Arguably, these regulations reflect a growing aspiration to grant more control over the exercise of voting rights towards the bottom of the holding chain, in the hands of ‘true’ ultimate beneficiaries of shares. In essence, then, the idea of direct voting seems to fit well within the picture of increased shareholder democracy with more control by beneficiaries. Many investors want to make use of intermediaries (for reasons of convenience, efficiency and cost reduction), but at the same time wish to get involved in the voting process at listed companies. The market is now paying more attention to this trade-off by developing new voting techniques.

Deflecting ESG-related criticism: pointing the finger towards those who vote

A second notable observation is that the new voting choice options have emerged amid rising criticism pointed to asset managers over sustainability and ESG. In November 2022, for example, activist hedge fund Bluebell Capital Partners published a letter it sent to BlackRock CEO Larry Fink, in which Fink was pressured to resign over ESG ‘hypocrisy’. In Bluebell’s letter to BlackRock, the firm sharply challenges BlackRock’s high-profile public ambitions on sustainability in the light of its voting decisions at general meetings of portfolio companies, calling it a ‘gap between the ‘talk’ and the ‘walk’ on ESG investing’. Strikingly, and it seems for the first time now, the new voting choice options are purposefully made part of that argument. Bluebell heavily condemns the voting choice system as ‘a clear sign of BlackRock’s capitulation of its obligation to exercise its fiduciary duties and little more than a cute commercial tool’. Direct voting is denounced as being a Trojan horse—a technique, seemingly advantageous to institutional clients, that secretly serves an improper purpose.

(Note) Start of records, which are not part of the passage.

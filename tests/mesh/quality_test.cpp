#include "mesh/quality.hpp"

#include <gtest/gtest.h>

#include <cmath>
#include <limits>
#include <numbers>
#include <stdexcept>

#include "mesh/edges.hpp"
#include "tests/near.hpp"

namespace panelwright::mesh {
namespace {

/// The square 0..3 by 0..4 in two triangles, diagonal from the origin.
SheetMesh rectangle() {
    SheetMesh mesh;
    mesh.points = {{0, 0, 0}, {3, 0, 0}, {3, 4, 0}, {0, 4, 0}};
    mesh.triangles = {{0, 1, 2}, {0, 2, 3}};
    mesh.part = {Part::patch, Part::patch};
    return mesh;
}

/// Adds a triangle of `part`.
SheetMesh with(SheetMesh mesh, std::array<int, 3> triangle, Part part) {
    mesh.triangles.push_back(triangle);
    mesh.part.push_back(part);
    return mesh;
}

void expect_defect(const SheetMesh& mesh, const std::string& words) {
    const std::vector<std::string> found = defects(mesh);
    ASSERT_FALSE(found.empty()) << "nothing found where expected: " << words;
    bool named = false;
    for (const std::string& sentence : found) named = named || sentence.find(words) != std::string::npos;
    EXPECT_TRUE(named) << words << " is not in: " << found.front();
}

TEST(Quality, MeasuresARectangle) {
    const MeshQuality facts = quality(rectangle());
    constexpr double rounding = 1e-14;  // a few operations on small whole numbers
    EXPECT_TRUE(test::near(facts.area, 12.0, rounding));
    EXPECT_TRUE(test::near(facts.shortest_edge, 3.0, rounding));
    EXPECT_TRUE(test::near(facts.longest_edge, 5.0, rounding));
    EXPECT_TRUE(test::near(facts.smallest_angle, std::atan2(3.0, 4.0), rounding));
    EXPECT_EQ(facts.free_edges, 4);
    EXPECT_EQ(facts.inner_edges, 1);
    EXPECT_EQ(facts.junction_edges, 0);
    EXPECT_EQ(facts.components, 1);
}

TEST(Quality, CountsJunctionsAndComponents) {
    SheetMesh mesh = rectangle();
    mesh.points.emplace_back(1, 1, 1);
    mesh = with(mesh, {0, 2, 4}, Part::feed);
    for (const double x : {10.0, 11.0, 12.0}) mesh.points.emplace_back(x, x * x, 0.0);
    mesh = with(mesh, {5, 6, 7}, Part::post);
    const MeshQuality facts = quality(mesh);
    EXPECT_EQ(facts.junction_edges, 1);
    EXPECT_EQ(facts.components, 2);
    EXPECT_EQ(facts.inner_edges, 0);
    EXPECT_EQ(facts.free_edges, 4 + 2 + 3);
}

TEST(Quality, OfNothingIsZero) {
    const MeshQuality facts = quality(SheetMesh{});
    EXPECT_EQ(facts.components, 0);
    EXPECT_EQ(facts.longest_edge, 0.0);
    EXPECT_EQ(facts.smallest_angle, 0.0);
}

TEST(Quality, RefusesWrongVertexNumbers) {
    EXPECT_THROW(quality(with(rectangle(), {0, 1, 4}, Part::patch)), std::invalid_argument);
    EXPECT_THROW(quality(with(rectangle(), {-1, 1, 2}, Part::patch)), std::invalid_argument);
}

TEST(Edges, TellTheSideAndTheSense) {
    const std::vector<MeshEdge> list = edges(rectangle());
    ASSERT_EQ(list.size(), 5U);
    const MeshEdge& diagonal = list[1];  // ascending: 0-1, 0-2, …
    ASSERT_EQ(diagonal.ends, (std::array<int, 2>{0, 2}));
    ASSERT_EQ(diagonal.sides.size(), 2U);
    EXPECT_EQ(diagonal.sides[0].opposite, 1);
    EXPECT_FALSE(diagonal.sides[0].forward);
    EXPECT_EQ(diagonal.sides[1].opposite, 3);
    EXPECT_TRUE(diagonal.sides[1].forward);
}

TEST(Defects, SoundMeshHasNone) {
    EXPECT_TRUE(defects(rectangle()).empty());
}

TEST(Defects, WrongNumbersAndTags) {
    expect_defect(with(rectangle(), {0, 1, 9}, Part::patch), "out of range");
    SheetMesh mesh = rectangle();
    mesh.part.pop_back();
    expect_defect(mesh, "1 part tags for 2 triangles");
}

TEST(Defects, VerticesThatAreNotFinite) {
    SheetMesh mesh = rectangle();
    mesh.points[3].z() = std::numeric_limits<double>::quiet_NaN();
    expect_defect(mesh, "not finite");
}

TEST(Defects, TrianglesWithoutArea) {
    expect_defect(with(rectangle(), {1, 2, 2}, Part::patch), "without area");
    SheetMesh mesh = rectangle();
    mesh.points.emplace_back(3, 2, 0);
    expect_defect(with(mesh, {1, 4, 2}, Part::patch), "without area");
}

TEST(Defects, UnusedVertices) {
    SheetMesh mesh = rectangle();
    mesh.points.emplace_back(7, 7, 7);
    expect_defect(mesh, "used by no triangle: 1, the first at vertex 4");
}

TEST(Defects, CoincidentVertices) {
    SheetMesh mesh = rectangle();
    mesh.points.emplace_back(0, 4, 0);
    mesh.points.emplace_back(-1, 5, 0);
    expect_defect(with(mesh, {0, 4, 5}, Part::patch), "coincide");
}

TEST(Defects, HangingVertices) {
    SheetMesh mesh = rectangle();
    mesh.points.emplace_back(3, 1, 0);
    mesh.points.emplace_back(5, 1, 0);
    expect_defect(with(mesh, {1, 5, 4}, Part::patch), "hanging");
}

TEST(Defects, OverlapsAlongAnEdge) {
    SheetMesh mesh = rectangle();
    mesh.points.emplace_back(2, 1, 0);
    expect_defect(with(mesh, {1, 2, 4}, Part::feed), "overlap");
    expect_defect(with(rectangle(), {0, 2, 3}, Part::post), "overlap");
}

TEST(Defects, UprightTriangleAtASheetsEdgeIsNoOverlap) {
    SheetMesh mesh = rectangle();
    mesh.points.emplace_back(3, 2, 1);
    EXPECT_TRUE(defects(with(mesh, {1, 2, 4}, Part::feed)).empty());
}

TEST(Defects, OpposedNeighbours) {
    SheetMesh mesh = rectangle();
    std::swap(mesh.triangles[1][1], mesh.triangles[1][2]);
    expect_defect(mesh, "oriented against each other");
    mesh.part[1] = Part::feed;  // two parts that meet may have any orientation
    EXPECT_TRUE(defects(mesh).empty());
}

TEST(Defects, StrayPortEdges) {
    SheetMesh mesh = rectangle();
    mesh.port_edges = {{0, 1}};
    expect_defect(mesh, "port edges");
    mesh.part[0] = Part::feed;
    EXPECT_TRUE(defects(mesh).empty());
    mesh.port_edges = {{1, 3}};
    expect_defect(mesh, "port edges");
}

}  // namespace
}  // namespace panelwright::mesh
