/// What must hold for the mesh of any panel.
#pragma once

#include <string>
#include <vector>

#include "mesh/triangulate.hpp"

namespace panelwright::test {

/// Everything about the mesh that does not fit the panel, in words: defects, areas of the parts, orientation,
/// junctions, port, number of components, predicted size. Empty when all is well.
std::vector<std::string> misfits(const mesh::Panel& panel, const mesh::MeshOptions& options,
                                 const mesh::SheetMesh& made);

/// Is the mesh its own mirror image under y -> -y, to the last bit, with mirrored orientation?
bool own_mirror_image(const mesh::SheetMesh& made);

/// Triangles of the patch (other than the discs in tube heads) that lie over the reflector but face no
/// triangle of it.
int triangles_without_partner(const mesh::Panel& panel, const mesh::SheetMesh& made);

}  // namespace panelwright::test
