impl Revision {
    /// Starts from a molecule. Hydrogen atoms that are only counted where nothing else is said about
    /// them (neutral, no mass number, one single bond to another element) are counted on their atom from
    /// the start, so that a proton can be taken away however it was drawn.
    pub fn of(molecule: &Molecule) -> Self {
        let mut revision = Self {
            atoms: molecule.atoms().copied().collect(),
            kept: vec![true; molecule.atom_count()],
            bonds: molecule
                .bonds()
                .map(|(a, b, order)| (a, b, Some(order)))
                .collect(),
            stereo: molecule.stereo.clone(),
            coordination: molecule.coordination.clone(),
            groups: molecule.groups.clone(),
            remembered: molecule.remembered.clone(),
            skipped: molecule.skipped.clone(),
        };
        revision.count_hydrogens(molecule);
        revision
    }

    fn count_hydrogens(&mut self, molecule: &Molecule) {
        for (index, atom) in (0..).zip(molecule.atoms()) {
            let plain = *atom == Atom::new(Element::HYDROGEN);
            let mut bonds = molecule.neighbours(index);
            let (true, Some((host, BondOrder::Single)), None) = (plain, bonds.next(), bonds.next())
            else {
                continue;
            };
            let own = &mut self.atoms[host as usize];
            if own.element == Element::HYDROGEN || own.element == Element::WILDCARD {
                continue;
            }
            if let Some(more) = own.hydrogens.checked_add(1) {
                own.hydrogens = more;
                self.kept[index as usize] = false;
            }
        }
    }

    /// The atom as it stands, with all its plain hydrogens counted; `None` once it is removed.
    pub fn atom(&self, index: u32) -> Option<&Atom> {
        let kept = *self.kept.get(index as usize)?;
        self.atoms.get(index as usize).filter(|_| kept)
    }

    /// The atom, to be changed.
    pub fn atom_mut(&mut self, index: u32) -> Option<&mut Atom> {
        let kept = *self.kept.get(index as usize)?;
        self.atoms.get_mut(index as usize).filter(|_| kept)
    }

    /// Adds protons to an atom, or takes them away: its hydrogens and its charge change by this number.
    /// Whether the atom has as many to give and can bear the charge; if not, nothing changes.
    pub fn set_protons(&mut self, index: u32, change: i8) -> bool {
        let Some(atom) = self.atom_mut(index) else {
            return false;
        };
        let hydrogens = atom.hydrogens.checked_add_signed(change);
        match (hydrogens, atom.charge.checked_add(change)) {
            (Some(hydrogens), Some(charge)) => {
                (atom.hydrogens, atom.charge) = (hydrogens, charge);
                true
            }
            _ => false,
        }
    }

    /// Takes an atom away, with its bonds and every mark about it.
    pub fn remove_atom(&mut self, index: u32) {
        if let Some(kept) = self.kept.get_mut(index as usize) {
            *kept = false;
        }
    }

    /// Bonds by their place in [`Molecule::bonds`], as they stand: both ends and the order, `None` for a
    /// bond that was taken away.
    pub fn bonds(&self) -> &[(u32, u32, Option<BondOrder>)] {
        &self.bonds
    }

    /// Gives a bond another order, or takes it away.
    pub fn set_bond(&mut self, bond: usize, order: Option<BondOrder>) {
        if let Some(own) = self.bonds.get_mut(bond) {
            own.2 = order;
        }
    }

    /// Adds a bond. That it can be there is seen to by [`Revision::finish`].
    pub fn add_bond(&mut self, a: u32, b: u32, order: BondOrder) {
        self.bonds.push((a, b, Some(order)));
    }

    /// Takes all marks of stereo away, remembered ones and groups included.
    pub fn clear_stereo(&mut self) {
        self.stereo.clear();
        self.coordination.clear();
        self.groups.clear();
        self.remembered.clear();
    }

    /// Takes away the marks that are not kept.
    pub fn retain_stereo(&mut self, keep: impl FnMut(&DrawnStereo) -> bool) {
        self.stereo.retain(keep);
    }

    /// Adds a mark that counts even where the revised molecule cannot be stereogenic: see
    /// [`Molecule::remembered_stereo`]. The last one at a place holds.
    pub fn remember(&mut self, mark: DrawnStereo) {
        self.remembered.retain(|own| own.centres != mark.centres);
        self.remembered.push(mark);
    }

    /// The revised molecule.
    ///
    /// # Errors
    /// [`BuildError`] for an added bond that cannot be.
    pub fn finish(self) -> Result<Revised, BuildError> {
        const GONE: u32 = u32::MAX;
        let mut builder = MoleculeBuilder::new();
        let mut sources = Vec::new();
        let mut place = vec![GONE; self.atoms.len()];
        let mut skipped = self.skipped.iter().peekable();
        for (index, atom) in (0..).zip(&self.atoms) {
            while skipped.next_if(|&&before| before <= index).is_some() {
                builder.skip_number();
            }
            if self.kept[index as usize] {
                place[index as usize] = builder.add_atom(*atom);
                sources.push(index);
            } else {
                builder.skip_number();
            }
        }
        let is_there = |atom: u32| place.get(atom as usize).is_none_or(|&at| at != GONE);
        for &(a, b, order) in &self.bonds {
            if let Some(order) = order.filter(|_| is_there(a) && is_there(b)) {
                let at = |atom: u32| place.get(atom as usize).copied().unwrap_or(GONE);
                builder.add_bond(at(a), at(b), order)?;
            }
        }
        self.add_marks(&mut builder, &place);
        let molecule = builder.build()?;
        Ok(Revised { molecule, sources })
    }

    /// Adds the marks whose atoms are all there, hydrogens aside.
    fn add_marks(&self, builder: &mut MoleculeBuilder, place: &[u32]) {
        let at = |atom: u32| {
            place
                .get(atom as usize)
                .copied()
                .filter(|&at| at != u32::MAX)
        };
        let moved = |ligand: Ligand| match ligand {
            Ligand::Atom(atom) => match at(atom) {
                Some(atom) => Some(Ligand::Atom(atom)),
                // The only atoms that go while their neighbours stay are hydrogens that are counted now.
                None => Some(Ligand::Hydrogen),
            },
            other => Some(other),
        };
        let mark = |own: &DrawnStereo| {
            let [a, b] = own.centres;
            let [c, d, e, f] = own.ligands;
            Some(DrawnStereo {
                centres: [at(a)?, at(b)?],
                ligands: [moved(c)?, moved(d)?, moved(e)?, moved(f)?],
                ..*own
            })
        };
        for own in self.stereo.iter().filter_map(mark) {
            if builder.fits(&own) {
                builder.add_stereo(own);
            }
        }
        for own in self.remembered.iter().filter_map(mark) {
            builder.add_remembered(own);
        }
        for own in &self.coordination {
            let ligands: Option<Vec<Ligand>> = own.ligands.iter().map(|&l| moved(l)).collect();
            if let (Some(centre), Some(ligands)) = (at(own.centre), ligands) {
                let own = DrawnCoordination {
                    centre,
                    ligands,
                    ..own.clone()
                };
                if builder.fits_coordination(&own) {
                    builder.add_coordination(own);
                }
            }
        }
        for group in &self.groups {
            let atoms: Vec<u32> = group.atoms.iter().filter_map(|&atom| at(atom)).collect();
            if !atoms.is_empty() {
                let kind = group.kind;
                builder.add_group(StereoGroup { kind, atoms });
            }
        }
    }
}

#[cfg(test)]
mod tests {
    use super::*;
    use crate::{Orderer, Parity, Shape, sketch::molecule};

    /// Alanine's centre with all hydrogens but one counted, sodium beside it.
    fn record() -> Molecule {
        molecule(
            &[
                ("Na", 1, 0),
                ("C", 0, 3),
                ("C", 0, 0),
                ("H", 0, 0),
                ("N", 0, 2),
                ("F", 0, 0),
            ],
            &[(1, 2, 1), (2, 3, 1), (2, 4, 1), (2, 5, 1)],
        )
    }

    fn mark(parity: Parity) -> DrawnStereo {
        DrawnStereo {
            shape: Shape::Tetrahedral,
            centres: [2, 2],
            ligands: [1, 3, 4, 5].map(Ligand::Atom),
            parity: Some(parity),
        }
    }

    #[test]
    fn atoms_keep_the_numbers_of_the_record() {
        let mut revision = Revision::of(&record());
        assert_eq!(revision.atom(3), None, "the hydrogen is counted");
        assert_eq!(revision.atom(2).map(|atom| atom.hydrogens), Some(1));
        revision.remove_atom(0);
        let revised = revision.finish().unwrap();
        assert_eq!(revised.sources, [1, 2, 4, 5]);
        let numbers: Vec<u32> = (0..4).map(|atom| revised.molecule.number(atom)).collect();
        assert_eq!(numbers, [2, 3, 5, 6]);
        // A second revision keeps them too.
        let mut again = Revision::of(&revised.molecule);
        again.remove_atom(0);
        let again = again.finish().unwrap();
        assert_eq!(again.molecule.number(0), 3);
        assert_eq!(again.traced(&revised.sources).sources, [2, 4, 5]);
    }

    #[test]
    fn protons_are_taken_as_far_as_there_are_some() {
        let mut revision = Revision::of(&record());
        assert!(revision.set_protons(4, -2));
        assert!(!revision.set_protons(4, -1));
        assert!(!revision.set_protons(3, 1));
        assert_eq!(revision.finish().unwrap().molecule.charge(), -1);
    }

    #[test]
    fn a_mark_on_a_counted_hydrogen_stays_and_one_on_a_lost_bond_goes() {
        let mut drawn = MoleculeBuilder::new();
        record().atoms().for_each(|&atom| {
            drawn.add_atom(atom);
        });
        for (a, b, order) in record().bonds() {
            drawn.add_bond(a, b, order).unwrap();
        }
        drawn.add_stereo(mark(Parity::Odd));
        let drawn = drawn.build().unwrap();
        let kept = Revision::of(&drawn).finish().unwrap().molecule;
        assert_eq!(kept.drawn_stereo()[0].ligands[1], Ligand::Hydrogen);
        let mut cut = Revision::of(&drawn);
        cut.set_bond(3, None);
        assert!(cut.finish().unwrap().molecule.drawn_stereo().is_empty());
    }

    #[test]
    fn remembered_marks_count_and_are_opposed() {
        let key = |parity| {
            let mut revision = Revision::of(&record());
            // With three ligands and an open valence it cannot be a centre.
            revision.atom_mut(2).unwrap().hydrogens = 0;
            if let Some(parity) = parity {
                revision.remember(mark(parity));
            }
            let molecule = revision.finish().unwrap().molecule;
            let canonical = Orderer::default().order(&molecule).unwrap();
            assert!(canonical.stereo_elements().is_empty());
            canonical.compound_key()
        };
        let keys = [Some(Parity::Even), Some(Parity::Odd), None].map(key);
        assert!(keys[0] != keys[1] && keys[0] != keys[2] && keys[1] != keys[2]);
    }

    #[test]
    fn components_are_molecules_of_their_own() {
        let record = record();
        assert!(!record.is_connected());
        let parts = record.components().unwrap();
        let formulae = parts.iter().map(|part| part.molecule.formula().to_string());
        assert_eq!(formulae.collect::<Vec<_>>(), ["Na+", "C2H6FN"]);
        assert_eq!(parts[1].sources, [1, 2, 3, 4, 5]);
        assert!(parts.iter().all(|part| part.molecule.is_connected()));
        assert!(Molecule::default().is_connected());
    }
}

There is something to be said for this position. Criticism that voting behaviour falls short on sustainability issues can probably only be directed at those who actually determine (ie control) how the votes should be exercised. With voting choice, asset managers seem to have effectively created a way to deflect some of that criticism towards their funds’ institutional clients. For many institutional investors, the exercise of voting rights can be considered a crucial delegated investment function of asset managers, from which asset managers would now free themselves. Voting choice has also been perceived by some as a response (ie counter-reaction) to growing concerns of ‘obscene’ asset hoarding by the Big Three. To say the least, picturing voting choice as ‘an attempt to defuse criticism on the centralization of voting power from common ownership’ (Bluebell) offers an intriguing new take on voting choice. Whatever its truth, such criticism at least allows institutional investors (and perhaps regulators?) to critically think about the role of institutional shareholder voting at listed companies.

Conclusion

While direct voting techniques offer the potential of contributing to shareholder engagement and efforts to involve ultimate beneficiaries of listed shares in how voting decisions are being made,  they also attract criticism from the field. It is now alluded that asset managers—who, compared to the opinions of proxy advisors, have been shown to vote relatively conservatively on ESG matters—shift their responsibility and voting power to their clients to avoid ESG-related criticism. Now that ‘voting choice’ has been implemented by all of the Big Three, it will be interesting to see how this narrative plays out in practice during the 2023 proxy season.

Louise van Marcke is a PhD candidate at Ghent University and a junior academic visitor to the Commercial Law Centre at the University of Oxford.